• HOW TO COMPLETE THIS TASK: Scan the records below for the word "closure". Copy each line where it appears.

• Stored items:

********

"""A virtual test frame: synthetic fatigue crack growth logs from a known growth law.

The specimen's crack grows by da/dN = C·ΔJ_eff^m.  Every recorded cycle is a loop of load and
displacement samples built from the elastic compliance of the specimen at the current crack
length (E647 C(T) expressions, or the Castigliano compliance of other shapes), stiffened below
an opening load (closure), plus a Masing-type plastic branch whose size matches the plastic
part of ΔJ by the cyclic reference stress method (taken to the measuring point by the
elastic compliance ratio for the elastic part and by the plastic hinge ratio of the arms for
the plastic part), plus Gaussian noise (seeded).  Demos and
tests get realistic data whose true constants are known.

Units: N, mm, MPa, kJ/m², cycles.

References
----------
.. [1] Masing, G. (1926); Morrow, J. D., ASTM STP 378 (1965): branch shape and plastic work
   ΔP·ΔV_p/(1+n') of the loading branch.
.. [2] Ainsworth, Eng. Fract. Mech. 19 (1984) 633 (cyclic reference stress, via
   :mod:`cycj.jintegral`); Dowling & Begley, ASTM STP 590 (1976).
"""

from __future__ import annotations

from dataclasses import dataclass

import numpy as np

from cycj.errors import ValidityRangeError
from cycj.material import masing_plastic_strain_range

#: uncracked-body part of the compliance for shapes without an E647 expression (a short gauge
#: across the crack),
#: as E·B·C0 (dimensionless; any value works: the reduction anchors it at the first loop)
_C0_NORMALISED = 0.3


@dataclass
class SimulatedTest:
    """Synthetic logs: ``raw`` (cycle, load, displacement), ``crack`` (cycle, crack_length,
    load_max, load_min) and the ``truth`` per recorded cycle (cycle, a_mm, P_max_N, P_min_N,
    P_open_N, dJ_eff_kJm2, dadN_mm_per_cycle), all in N and mm."""

    raw: object
    crack: object
    truth: object


def point_compliance(specimen, a):
    """Compliance [mm/N] at the specimen's measuring point and at the load line, for crack
    length(s) ``a`` [mm]: returns (C_point, C_load_line).  For shapes without an E647
    expression, the load-line compliance is the Castigliano integral plus a fixed body part."""
    from cycj.calibrate import compliance as cm

    a = np.asarray(a, float)
    geo = specimen.geometry
    e = specimen.material.elastic_modulus
    be = cm.effective_thickness(geo.dims["thickness"], geo.dims["net_thickness"])
    if specimen.shape == "compact-tension":
        alpha = a / specimen.width
        c_ll = cm.e647_ct_normalised_compliance(alpha, "load-line") / (e * be)
        c_pt = cm.e647_ct_normalised_compliance(alpha, specimen.compliance_point) / (e * be)
        return c_pt, c_ll
    a_grid, dc = cm.castigliano_compliance_table(geo, specimen.e_prime, tips=_tips(specimen.shape))
    c_ll = _C0_NORMALISED / (e * be) + np.interp(a, a_grid, dc)
    return c_ll, c_ll


def _tips(shape):
    return 2 if shape == "center-crack-plate" else 1


def true_delta_j(specimen, a, p_max, p_min, p_open, j_table=None):
    """ΔJ_eff [kJ/m²] that the loop reduction measures for a noise-free loop of this frame.

    ΔJ_el = ΔK_eff²/E' with ΔK_eff from P_max − P_op; plastic part: the reference stress
    plastic term of the full range — or, with ``j_table`` (a finite-element J table,
    jtable.csv columns), the table's ΔJ − ΔJ_el — scaled by f_pl(U) (the Masing branch's share
    above the opening load).  For M(T) without a table the whole estimate is the reference
    stress method.
    """
    from cycj.jintegral import plastic_fraction, reference_stress_delta_j

    a = np.asarray(a, float)
    geo = specimen.geometry
    mat = specimen.material
    s_per_p = geo.nominal_stress_per_force()
    dp_full = np.asarray(p_max, float) - np.maximum(np.asarray(p_min, float), 0.0)
    u = (np.asarray(p_max, float) - np.asarray(p_open, float)) / dp_full
    kos = geo.k_over_s(a)
    dj_el_full = (dp_full * s_per_p * kos) ** 2 / specimen.e_prime
    if mat.cyclic_curve is None:
        return u**2 * dj_el_full
    dsig_ref = dp_full * s_per_p * mat.yield_strength / geo.limit_stress(a, mat.yield_strength)
    if specimen.shape == "center-crack-plate" and j_table is None:
        return reference_stress_delta_j(dj_el_full, dsig_ref, mat, u)
    return u**2 * dj_el_full + plastic_fraction(u, mat.cyclic_curve.hardening_exponent) * (
        _plastic_full(specimen, a, dp_full, dj_el_full, j_table)
    )


def _plastic_full(specimen, a, dp, dj_el, j_table):
    """Plastic part of ΔJ [kJ/m²] for the full load range ``dp`` [N]: the finite-element
    table's (g − 1)·ΔJ_el (the stepper's look-up) or the cyclic reference stress term."""
    geo, mat = specimen.geometry, specimen.material
    ds = dp * geo.nominal_stress_per_force()
    if j_table is not None:
        from cycj.fe.lookup import table_ratio

        g = table_ratio(j_table, geo, mat.yield_strength, a, ds, 0)
        return np.maximum(g - 1.0, 0.0) * dj_el
    dsig = ds * mat.yield_strength / geo.limit_stress(a, mat.yield_strength)
    return _plastic_ref(dj_el, dsig, mat)


def _plastic_ref(dj_el, dsig_ref, mat):
    c = mat.cyclic_curve
    dep = np.array(
        [
            masing_plastic_strain_range(float(s), c.strength_coefficient, c.hardening_exponent)
            for s in np.ravel(dsig_ref)
        ]
    )
    dep = dep.reshape(np.shape(dsig_ref))
    with np.errstate(invalid="ignore", divide="ignore"):
        return np.where(dsig_ref > 0, dj_el * mat.elastic_modulus * dep / dsig_ref, 0.0)


def simulate_test(
    specimen,
    C,
    m,
    *,
    p_max,
    r_ratio=0.1,
    opening_fraction=0.0,
    threshold=0.0,
    crack_end=None,
    record_every=1000,
    samples=120,
    closed_stiffness=0.6,
    k_gradient=0.0,
    noise_load=0.0005,
    noise_disp=0.0005,
    crack_noise=0.0,
    max_cycles=5e7,
    rate_floor=2e-8,
    start_cycle=0,
    seed=0,
    j_table=None,
):
    """Synthesise a fatigue crack growth test.

    Parameters
    ----------
    specimen : cycj.calibrate.specimen.Specimen (initial crack = ``specimen.initial_crack``)
    C, m : growth law da/dN = C·ΔJ_eff^m [mm/cycle, kJ/m²]
    p_max : float [N], maximum load at the start
    r_ratio : P_min/P_max, 0 ≤ R < 1
    opening_fraction : x = (P_op − P_min)/ΔP in [0, 0.8] (closure: the loop stiffens below)
    threshold : ΔJ_th [kJ/m²]; no growth below it
    crack_end : final crack length [mm] (default: 95 % of the upper validity limit)
    record_every : cycles between recorded loops
    samples : samples per recorded loop (sinusoidal in time, starting at the minimum)
    closed_stiffness : compliance below the opening load as a fraction of the open one
    k_gradient : ASTM E647 normalised K gradient (1/K)dK/da [1/mm]; negative sheds load
    noise_load, noise_disp : noise standard deviation as a fraction of the load range and of
        the displacement range of the loop
    crack_noise : standard deviation of the crack length readings of ``crack`` [mm]
    max_cycles, rate_floor : stop when either is reached (rate_floor [mm/cycle])
    seed : random seed
    j_table : optional finite-element J table (DataFrame with the jtable.csv columns, the
        specimen's shape and width): the plastic part of ΔJ, and so the loops' plastic branch,
        come from its ΔJ instead of the reference stress estimate

    Returns
    -------
    SimulatedTest
    """
    import pandas as pd

    if not (C > 0 and m > 0 and p_max > 0 and 0 <= r_ratio < 1):
        raise ValidityRangeError("need C, m, P_max > 0 and 0 ≤ R < 1")
    if not 0 <= opening_fraction <= 0.8:
        raise ValidityRangeError("opening fraction must lie in [0, 0.8]")
    if samples < 8:
        raise ValidityRangeError("need at least 8 samples a loop")
    rng = np.random.default_rng(seed)
    geo = specimen.geometry
    a0 = specimen.initial_crack
    a_end = crack_end if crack_end is not None else 0.95 * geo.size_limits[1]
    a_grid = np.linspace(a0, a_end, 1500)
    k0 = geo.k_over_s(a0)
    scale = (
        np.exp(k_gradient * (a_grid - a0)) * k0 / geo.k_over_s(a_grid)
        if k_gradient
        else np.ones_like(a_grid)
    )
    pmax_g = p_max * scale
    pmin_g = r_ratio * pmax_g
    pop_g = pmin_g + opening_fraction * (pmax_g - pmin_g)
    dj_g = true_delta_j(specimen, a_grid, pmax_g, pmin_g, pop_g, j_table)
    rate_g = np.where(dj_g > threshold, C * dj_g**m, 0.0)
    stop = np.flatnonzero(rate_g < rate_floor)
    if stop.size:
        if stop[0] < 2:
            raise ValidityRangeError("the crack does not grow at these loads")
        a_grid, rate_g = a_grid[: stop[0]], rate_g[: stop[0]]
        pmax_g, pmin_g, pop_g, dj_g = (x[: stop[0]] for x in (pmax_g, pmin_g, pop_g, dj_g))
    inv = 1.0 / rate_g
    n_grid = start_cycle + np.concatenate(
        [[0.0], np.cumsum(0.5 * (inv[1:] + inv[:-1]) * np.diff(a_grid))]
    )
    n_last = min(n_grid[-1], start_cycle + max_cycles)
    rec = np.arange(start_cycle, n_last + 1, record_every, dtype=float)
    a_rec = np.interp(rec, n_grid, a_grid)
    pmax_r, pmin_r, pop_r, dj_r, rate_r = (
        np.interp(rec, n_grid, g) for g in (pmax_g, pmin_g, pop_g, dj_g, rate_g)
    )
    truth = pd.DataFrame(
        {
            "cycle": rec,
            "a_mm": a_rec,
            "P_max_N": pmax_r,
            "P_min_N": pmin_r,
            "P_open_N": pop_r,
            "dJ_eff_kJm2": dj_r,
            "dadN_mm_per_cycle": rate_r,
        }
    )
    load, disp = _loops(
        specimen,
        a_rec,
        pmax_r,
        pmin_r,
        pop_r,
        samples,
        closed_stiffness,
        noise_load,
        noise_disp,
        rng,
        j_table,
    )
    raw = pd.DataFrame(
        {"cycle": np.repeat(rec, samples).astype(np.int64), "load": load, "displacement": disp}
    )
    crack = pd.DataFrame(
        {
            "cycle": rec.astype(np.int64),
            "crack_length": a_rec + crack_noise * rng.standard_normal(rec.size),
            "load_max": pmax_r,
            "load_min": pmin_r,
        }
    )
    return SimulatedTest(raw, crack, truth)


def _loops(specimen, a, pmax, pmin, pop, samples, kappa, noise_load, noise_disp, rng, j_table):
    """Samples of every loop (concatenated), displacement at the specimen's measuring point."""
    mat = specimen.material
    geo = specimen.geometry
    c_pt, c_ll = point_compliance(specimen, a)
    dp = pmax - pmin
    s_op = pop - pmin
    # plastic branch amplitude D [mm, load line] so that η·A_pl/(B_N·b) equals the plastic
    # part of ΔJ of the full range (A_pl = D·ΔP/(1+n'))
    if mat.cyclic_curve is not None:
        n_p = mat.cyclic_curve.hardening_exponent
        s_per_p = geo.nominal_stress_per_force()
        dj_el = (dp * s_per_p * geo.k_over_s(a)) ** 2 / specimen.e_prime
        jpl = _plastic_full(specimen, a, dp, dj_el, j_table)
        b = specimen.width - a
        eta = _eta_for_sim(specimen, a)
        d_pl = (1 + n_p) * geo.dims["net_thickness"] * b * jpl / (eta * dp)
        p_exp = 1.0 / n_p
    else:
        d_pl = np.zeros_like(a)
        p_exp = 1.0
    t = np.arange(samples) / samples
    phase = 0.5 * (1 - np.cos(2 * np.pi * t))  # 0 → 1 → 0, starting at the minimum
    rising = t <= 0.5
    s = phase[None, :] * dp[:, None]  # load above the minimum
    load = pmin[:, None] + s
    c = c_ll[:, None]
    cc = kappa * c
    sop = s_op[:, None]
    d = d_pl[:, None]
    top_el = cc * sop + c * (dp[:, None] - sop)
    r = dp[:, None] - s  # drop below the maximum
    v_el = np.where(
        rising[None, :],
        cc * np.minimum(s, sop) + c * np.maximum(s - sop, 0),
        top_el
        - (c * np.minimum(r, dp[:, None] - sop) + cc * np.maximum(r - (dp[:, None] - sop), 0)),
    )
    v_pl = np.where(
        rising[None, :], d * (s / dp[:, None]) ** p_exp, d - d * (r / dp[:, None]) ** p_exp
    )
    # at the measuring point: the elastic part by the compliance ratio, the plastic part by the
    # arms' hinge (compliance.ct_plastic_displacement_ratio)
    el_ratio = (c_pt / c_ll)[:, None]
    pl_ratio = 1.0 / _plastic_ratio(specimen, a)[:, None]
    v = (v_el + c * pmin[:, None]) * el_ratio + v_pl * pl_ratio
    v_range = top_el * el_ratio + d * pl_ratio
    load = load + noise_load * dp[:, None] * rng.standard_normal(load.shape)
    v = v + noise_disp * v_range * rng.standard_normal(v.shape)
    return load.ravel(), v.ravel()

********

• ANSWER TO THIS PROBLEM:
an opening load (closure), plus a Masing-type plastic branch whose size matches the plastic
    opening_fraction : x = (P_op − P_min)/ΔP in [0, 0.8] (closure: the loop stiffens below)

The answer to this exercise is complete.